TASK INSTRUCTIONS: Which lines of the material hold the word "limits"? Copy each one.

SUPPLIED RECORDS:

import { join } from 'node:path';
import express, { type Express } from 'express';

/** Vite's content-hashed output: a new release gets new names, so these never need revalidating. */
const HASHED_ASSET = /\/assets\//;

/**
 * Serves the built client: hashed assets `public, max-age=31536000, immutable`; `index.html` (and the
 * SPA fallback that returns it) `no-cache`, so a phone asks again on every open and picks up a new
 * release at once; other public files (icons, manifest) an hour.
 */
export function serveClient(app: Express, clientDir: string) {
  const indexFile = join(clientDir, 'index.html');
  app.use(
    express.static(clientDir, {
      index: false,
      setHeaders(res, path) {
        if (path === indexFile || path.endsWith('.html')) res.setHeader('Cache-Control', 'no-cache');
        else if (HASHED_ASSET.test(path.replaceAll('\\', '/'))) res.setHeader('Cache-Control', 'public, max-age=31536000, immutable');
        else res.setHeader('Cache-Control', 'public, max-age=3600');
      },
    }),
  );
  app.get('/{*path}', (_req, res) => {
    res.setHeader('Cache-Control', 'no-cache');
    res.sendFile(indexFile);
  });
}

--

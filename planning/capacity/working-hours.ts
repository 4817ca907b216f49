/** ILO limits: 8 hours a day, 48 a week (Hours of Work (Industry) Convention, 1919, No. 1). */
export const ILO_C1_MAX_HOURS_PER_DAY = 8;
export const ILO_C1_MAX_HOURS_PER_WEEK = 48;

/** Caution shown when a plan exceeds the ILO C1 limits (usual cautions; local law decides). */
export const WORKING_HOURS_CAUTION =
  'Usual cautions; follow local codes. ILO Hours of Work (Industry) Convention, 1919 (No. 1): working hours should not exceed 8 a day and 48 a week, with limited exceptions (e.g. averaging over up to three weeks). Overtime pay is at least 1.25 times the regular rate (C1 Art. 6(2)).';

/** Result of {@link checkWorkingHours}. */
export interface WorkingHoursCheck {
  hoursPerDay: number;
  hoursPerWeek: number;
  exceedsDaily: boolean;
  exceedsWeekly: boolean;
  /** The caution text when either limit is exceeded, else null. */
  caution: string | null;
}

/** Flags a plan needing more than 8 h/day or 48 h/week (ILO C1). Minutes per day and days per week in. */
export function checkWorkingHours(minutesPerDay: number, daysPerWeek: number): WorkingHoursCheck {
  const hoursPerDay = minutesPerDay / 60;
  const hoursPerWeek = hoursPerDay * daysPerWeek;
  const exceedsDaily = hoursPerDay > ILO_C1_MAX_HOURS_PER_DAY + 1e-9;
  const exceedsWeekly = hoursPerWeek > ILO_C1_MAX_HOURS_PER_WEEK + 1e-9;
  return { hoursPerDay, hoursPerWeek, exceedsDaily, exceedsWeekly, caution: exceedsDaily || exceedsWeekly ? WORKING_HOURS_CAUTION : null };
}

...

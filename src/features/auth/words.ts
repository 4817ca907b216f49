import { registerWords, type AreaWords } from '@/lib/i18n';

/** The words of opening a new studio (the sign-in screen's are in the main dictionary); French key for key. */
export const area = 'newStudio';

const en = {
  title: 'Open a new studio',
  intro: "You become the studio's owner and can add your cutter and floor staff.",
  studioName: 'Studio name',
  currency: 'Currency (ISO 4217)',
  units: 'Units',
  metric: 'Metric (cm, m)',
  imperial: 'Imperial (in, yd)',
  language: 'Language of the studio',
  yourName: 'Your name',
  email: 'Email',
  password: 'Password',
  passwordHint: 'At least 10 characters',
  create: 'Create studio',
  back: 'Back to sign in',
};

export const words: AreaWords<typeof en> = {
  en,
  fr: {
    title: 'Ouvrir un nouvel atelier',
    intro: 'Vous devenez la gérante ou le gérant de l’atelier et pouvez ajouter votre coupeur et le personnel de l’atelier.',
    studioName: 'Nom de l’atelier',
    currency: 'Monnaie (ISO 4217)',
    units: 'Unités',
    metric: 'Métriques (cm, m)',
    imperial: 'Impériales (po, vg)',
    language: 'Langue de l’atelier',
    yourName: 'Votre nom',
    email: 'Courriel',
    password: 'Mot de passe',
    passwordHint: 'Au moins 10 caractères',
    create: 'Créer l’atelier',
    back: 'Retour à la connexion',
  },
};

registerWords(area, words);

TASK RESPONSE:
/** ILO limits: 8 hours a day, 48 a week (Hours of Work (Industry) Convention, 1919, No. 1). */
/** Caution shown when a plan exceeds the ILO C1 limits (usual cautions; local law decides). */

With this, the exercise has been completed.